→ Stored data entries
---+---

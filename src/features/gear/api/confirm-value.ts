import { useMutation, useQueryClient } from '@tanstack/react-query'
import { confirmationSchema } from '#shared/schemas/review'
import { createKey } from '../../../lib/create-key'
import { useApp } from '../../../lib/app-context'
import { gearQuery } from './get-gear'

export interface Confirmation {
  readonly key: string
  /** In the canonical unit. */
  readonly measured?: number
}

/** "Same number here": one more person found a value as it is recorded. */
export function useConfirmValue(slug: string) {
  const { api } = useApp()
  const queryClient = useQueryClient()
  const { queryKey } = gearQuery(api, slug)
  return useMutation({
    mutationFn: async (confirmation: Confirmation) => {
      const path = `/gear/${encodeURIComponent(slug)}/confirmations`
      const { body } = await api.send('POST', path, confirmation, { idempotencyKey: createKey() })
      return confirmationSchema.parse(body)
    },
    onSuccess: ({ key, count }) => {
      queryClient.setQueryData(
        queryKey,
        (gear) => gear && { ...gear, confirmations: { ...gear.confirmations, [key]: count } },
      )
    },
  })
}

---+---

→ Work instructions
From the line containing "(gear) => gear" down to the last line, reproduce the records exactly. Include both ends.

→ Answer to the problem
        (gear) => gear && { ...gear, confirmations: { ...gear.confirmations, [key]: count } },
      )
    },
  })
}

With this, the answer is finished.